BEGIN DATASET ENTRIES

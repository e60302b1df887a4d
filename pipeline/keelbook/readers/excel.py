"""Excel sources: values by calamine; what it hides (superscripts, errors, percentages) from the sheet."""

import re
import zipfile
from collections.abc import Iterator, Mapping
from dataclasses import dataclass, field
from datetime import date, datetime, time, timedelta
from io import BytesIO
from pathlib import Path
from typing import TYPE_CHECKING, Any
from xml.etree import ElementTree
from xml.parsers import expat

import duckdb
import numpy as np
from python_calamine import CalamineError, CalamineWorkbook, ZipError

from keelbook.errors import nearest
from keelbook.readers.grid import Grid
from keelbook.readers.layout import Extent, Findings, lay_out
from keelbook.readers.numbers import NumberFormat
from keelbook.readers.place import Place
from keelbook.readers.staging import Staged, stage_frames

if TYPE_CHECKING:
    from keelbook.assembly.declaration import Excel, Marks, Source

_MAX_MEMBER = 1 << 30
_MAX_TOTAL = 1 << 31
_MAX_RATIO = 300
_RATIO_FROM = 1 << 24
"""A member below this size may be packed as tightly as it likes."""
_MAX_CELLS = 50_000_000
"""Rows x columns a sheet may span: its values are held as one rectangle."""

_MAIN = "{http://schemas.openxmlformats.org/spreadsheetml/2006/main}"
_RELATION = "{http://schemas.openxmlformats.org/officeDocument/2006/relationships}id"
_ADDRESS = re.compile(rb'<c r="([A-Z]{1,3})([0-9]{1,7})"')
_BUILT_IN_PERCENT = {"9", "10"}


class _UnreadableError(Exception):
    """The workbook cannot be read at all, in words."""


class _RootReached(Exception):
    """Ends a parse at the first element: a document type can only be declared before it."""


@dataclass
class _Hidden:
    """What the sheet says and calamine does not, by physical (row, column) from 1."""

    raws: dict[tuple[int, int], str] = field(default_factory=dict)
    texts: dict[tuple[int, int], str] = field(default_factory=dict)
    faults: dict[tuple[int, int], str] = field(default_factory=dict)


_BROKEN = (
    zipfile.BadZipFile, KeyError, ElementTree.ParseError, expat.ExpatError, CalamineError, ZipError, EOFError,
    NotImplementedError,
)  # fmt: skip
"""What damaged archives and parts make the libraries raise."""


def number_format(marks: "Marks") -> NumberFormat:
    """Return how figures stand in a workbook: numbers are numbers; text, where it is read, has a point."""
    return NumberFormat(missing=marks.missing, flags=marks.flags)


def stage_excel(
    con: duckdb.DuckDBPyConnection, path: Path, source: "Source", excel: "Excel", place: Place
) -> tuple[Staged | None, Findings]:
    """Stage the declared block of a worksheet: one staged row per figure cell.

    Returns:
        (what was staged, findings); nothing staged where the workbook or its layout cannot be read.
    """
    try:
        with _opened(path) as archive:
            sheets = _sheet_members(archive)
            if excel.sheet not in sheets:
                return None, [_no_sheet(place, excel.sheet, list(sheets))]
            grid = _read_grid(path, archive, excel.sheet, sheets[excel.sheet])
    except (_UnreadableError, *_BROKEN) as error:
        problem = str(error) if isinstance(error, _UnreadableError) else f"not a readable workbook: {error}"
        return None, [
            place.finding(
                "unreadable_source",
                problem,
                found=problem,
                expected="an .xlsx workbook",
                remedy=f"obtain the file again, or correct {place.declared}",
            )
        ]
    extent = Extent(excel.header_rows, excel.first_row, excel.last_row, ends_blank=True)
    cells, roles, findings = lay_out(grid, source, number_format(source.marks), extent, place)
    if cells is None:
        return None, findings
    return stage_frames(con, [cells], roles, sheet=excel.sheet), findings


def _no_sheet(place: Place, sheet: str, present: list[str]) -> dict[str, Any]:
    close = nearest(sheet, present)
    hint = f"did you mean '{close[0]}'? " if close else ""
    return place.finding(
        "layout",
        f"the workbook has no sheet '{sheet}'",
        found="sheets " + ", ".join(f"'{name}'" for name in present),
        expected=f"the sheet '{sheet}'",
        remedy=f"{hint}if the supplier renamed the sheet, correct {place.declared}",
    )


def _opened(path: Path) -> zipfile.ZipFile:
    """Open the archive after checking sizes and that no part declares a document type."""
    if path.stat().st_size == 0:
        raise _UnreadableError("the file is empty")
    if not zipfile.is_zipfile(path):
        raise _UnreadableError("the file is not an .xlsx workbook (not a zip archive)")
    archive = zipfile.ZipFile(path)
    try:
        members = archive.infolist()
        if sum(member.file_size for member in members) > _MAX_TOTAL:
            raise _UnreadableError(f"the workbook unpacks to more than {_MAX_TOTAL} bytes")
        for member in members:
            packed = max(member.compress_size, 1)
            if member.file_size > _MAX_MEMBER or (
                member.file_size > _RATIO_FROM and member.file_size / packed > _MAX_RATIO
            ):
                raise _UnreadableError(
                    f"the part {member.filename} unpacks to {member.file_size} bytes from {packed}"
                )
            if member.filename.endswith((".xml", ".rels")):
                _refuse_document_type(archive, member.filename)
    except BaseException:
        archive.close()
        raise
    return archive


def _refuse_document_type(archive: zipfile.ZipFile, name: str) -> None:
    def refuse(*_: Any) -> None:
        raise _UnreadableError(f"the part {name} declares a document type, which no workbook needs")

    def stop(*_: Any) -> None:
        raise _RootReached

    parser = expat.ParserCreate()
    parser.StartDoctypeDeclHandler = refuse
    parser.StartElementHandler = stop
    with archive.open(name) as part:
        try:
            while chunk := part.read(1 << 14):
                parser.Parse(chunk)
        except _RootReached:
            return


def _sheet_members(archive: zipfile.ZipFile) -> dict[str, str]:
    """Return sheet name -> archive member."""
    targets = {
        relation.get("Id"): relation.get("Target", "")
        for relation in ElementTree.fromstring(archive.read("xl/_rels/workbook.xml.rels"))
    }
    book = ElementTree.fromstring(archive.read("xl/workbook.xml"))
    out = {}
    for sheet in book.iter(f"{_MAIN}sheet"):
        target = targets.get(sheet.get(_RELATION), "")
        out[sheet.get("name", "")] = target.lstrip("/") if target.startswith("/") else f"xl/{target}"
    return out


def _read_grid(path: Path, archive: zipfile.ZipFile, name: str, member: str) -> Grid:
    content = archive.read(member)
    expat.ParserCreate().Parse(content, True)  # calamine reads on past damaged markup without a word
    last_row, last_column = 0, 0
    for letters, digits in set(_ADDRESS.findall(content)):
        last_row, last_column = max(last_row, int(digits)), max(last_column, _column(letters.decode()))
    if last_row * last_column > _MAX_CELLS:
        raise _UnreadableError(f"the sheet spans {last_row} rows x {last_column} columns")
    hidden = _hidden(archive, content)
    workbook = CalamineWorkbook.from_path(str(path))
    try:
        sheet = workbook.get_sheet_by_name(name)
        top, left = sheet.start or (0, 0)
        values = sheet.to_python(skip_empty_area=True)
        merged = [(a, b, c, d) for (a, b), (c, d) in sheet.merged_cell_ranges or ()]
    finally:
        workbook.close()
    rows: list[list[str]] = [[] for _ in range(top)]
    texts, faults = set(), {}
    for i, line in enumerate(values, start=top):
        row = [""] * left
        for j, value in enumerate(line, start=left):
            text, fault = _cell_text(value)
            if fault:
                faults[i, j] = fault
            elif text and isinstance(value, str):
                texts.add((i, j))
            row.append(text)
        rows.append(row)
    shift = {(i - 1, j - 1): text for (i, j), text in hidden.texts.items()}
    for (i, j), text in shift.items():
        rows.extend([] for _ in range(i + 1 - len(rows)))
        rows[i].extend([""] * (j + 1 - len(rows[i])))
        rows[i][j] = text
    return Grid(
        rows,
        range(1, len(rows) + 1),
        raws={(i - 1, j - 1): raw for (i, j), raw in hidden.raws.items()},
        faults=faults | {(i - 1, j - 1): fault for (i, j), fault in hidden.faults.items()},
        texts=frozenset(texts),
        merged=merged,
    )


def _cell_text(value: object) -> tuple[str, str]:
    """Return (text, why the cell cannot be a figure). A number is written so that it reads back exactly."""
    if isinstance(value, bool):
        return str(value).upper(), "a truth value where a number is expected"
    if isinstance(value, float):
        return np.format_float_positional(value, trim="-"), ""
    if isinstance(value, int | str):
        return str(value), ""
    if isinstance(value, date | datetime | time | timedelta):
        return value.isoformat() if not isinstance(value, timedelta) else str(value), (
            "a date or time where a number is expected"
        )
    return str(value), "not a number"


def _hidden(archive: zipfile.ZipFile, content: bytes) -> _Hidden:
    """Read superscript runs, errors, percentages and formulas without a result from the sheet's own XML."""
    shared = _superscripts(archive)
    percent = _percent_styles(archive)
    hidden = _Hidden()
    if not (shared or percent or b"vertAlign" in content or b't="e"' in content or b"<f" in content):
        return hidden
    for cell in _cells(content):
        if not (reference := cell.get("r")):
            raise _UnreadableError("the sheet has cells without an address")
        at = _address(reference)
        kind = cell.get("t", "n")
        value = cell.findtext(f"{_MAIN}v") or ""
        if kind == "e":
            hidden.faults[at] = f"the error value {value}"
            hidden.texts[at] = value
        elif cell.find(f"{_MAIN}f") is not None and value == "":
            hidden.faults[at] = "a formula without a stored result"
        elif kind == "n" and value and int(cell.get("s", "0")) in percent:
            hidden.faults[at] = "a percentage where a plain number is expected"
        split = shared.get(int(value)) if kind == "s" and value else None
        if kind == "inlineStr":
            split = _split_runs(cell.find(f"{_MAIN}is"))
        if split is not None:
            hidden.texts[at], hidden.raws[at] = split
    return hidden


def _cells(content: bytes) -> Iterator[ElementTree.Element]:
    """Give the cells of a sheet one by one, without keeping the sheet."""
    for _, element in ElementTree.iterparse(BytesIO(content)):
        if element.tag == f"{_MAIN}c":
            yield element
        elif element.tag == f"{_MAIN}row":
            element.clear()


def _split_runs(item: ElementTree.Element | None) -> tuple[str, str] | None:
    """Return (text without superscript runs, text with them shown as ^1), or None where there are none."""
    if item is None:
        return None
    text = raw = ""
    found = False
    for run in item.findall(f"{_MAIN}r"):
        part = run.findtext(f"{_MAIN}t") or ""
        align = run.find(f"{_MAIN}rPr/{_MAIN}vertAlign")
        if align is not None and align.get("val") == "superscript":
            found = True
            raw += f"^{part}"
        else:
            text += part
            raw += part
    return (text, raw) if found else None


def _superscripts(archive: zipfile.ZipFile) -> Mapping[int, tuple[str, str]]:
    if "xl/sharedStrings.xml" not in archive.namelist():
        return {}
    content = archive.read("xl/sharedStrings.xml")
    if b"vertAlign" not in content:
        return {}
    items = ElementTree.fromstring(content).findall(f"{_MAIN}si")
    splits = {at: _split_runs(item) for at, item in enumerate(items)}
    return {at: split for at, split in splits.items() if split is not None}


def _percent_styles(archive: zipfile.ZipFile) -> frozenset[int]:
    if "xl/styles.xml" not in archive.namelist():
        return frozenset()
    styles = ElementTree.fromstring(archive.read("xl/styles.xml"))
    custom = {
        item.get("numFmtId", "")
        for item in styles.iter(f"{_MAIN}numFmt")
        if "%" in re.sub(r'"[^"]*"|\\.', "", item.get("formatCode", ""))
    }
    formats = styles.find(f"{_MAIN}cellXfs")
    return frozenset(
        at
        for at, style in enumerate(formats if formats is not None else ())
        if style.get("numFmtId", "0") in custom | _BUILT_IN_PERCENT
    )


def _address(reference: str) -> tuple[int, int]:
    letters = reference.rstrip("0123456789")
    return int(reference[len(letters) :]), _column(letters)


def _column(letters: str) -> int:
    number = 0
    for letter in letters:
        number = number * 26 + ord(letter) - ord("A") + 1
    return number
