def _prices_against_rate(investment: Block, sets: tuple[MethodSet, ...], which: I4) -> list[dict[str, Any]]:
    """Return a finding for each set whose declared prices by age imply an efficiency below zero or rising with age."""
    out = []
    for i, choices in enumerate({c.name: c.value for c in s} for s in sets):
        if not (which == i).any():
            continue
        bad, efficiency, before = np.zeros(0, np.int64), np.zeros(0), np.zeros(0)
        for own in vintages_of(choices).values():
            if "asset.age_price" in own and not len(bad):
                efficiency = weights_of(own, 1).productive
                before = np.concatenate(([1.0], efficiency[:-1]))
                bad = np.flatnonzero((efficiency < -ROUNDING) | (efficiency > before + ROUNDING))
        if not len(bad):
            continue
        v = int(bad[0])
        out.append(
            note(
                "prices_against_discount_rate",
                "warn",
                "the declared prices by age and the discount rate imply an efficiency that is below zero or rises",
                investment.series.table,
                int(investment.series.key[int(np.argmax(which == i))]),
                measure="productive_stock",
                found=f"{efficiency[v]:.4f} after {before[v]:.4f}, {v} periods after investment",
                expected="an efficiency from 1 down to 0",
                remedy="choose another asset.age_price, retirement or discount_rate, or declare the efficiency",
            )
        )
    return out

END DATASET ENTRIES

TASK BRIEF
Output only the lines from the top of the entries through the one holding "from dataclasses import dataclass, field", copied exactly.

SOLUTION FOR THIS PROBLEM
repository e60302b1df887a4d
filename pipeline/keelbook/readers/excel.py
"""Excel sources: values by calamine; what it hides (superscripts, errors, percentages) from the sheet."""

import re
import zipfile
from collections.abc import Iterator, Mapping
from dataclasses import dataclass, field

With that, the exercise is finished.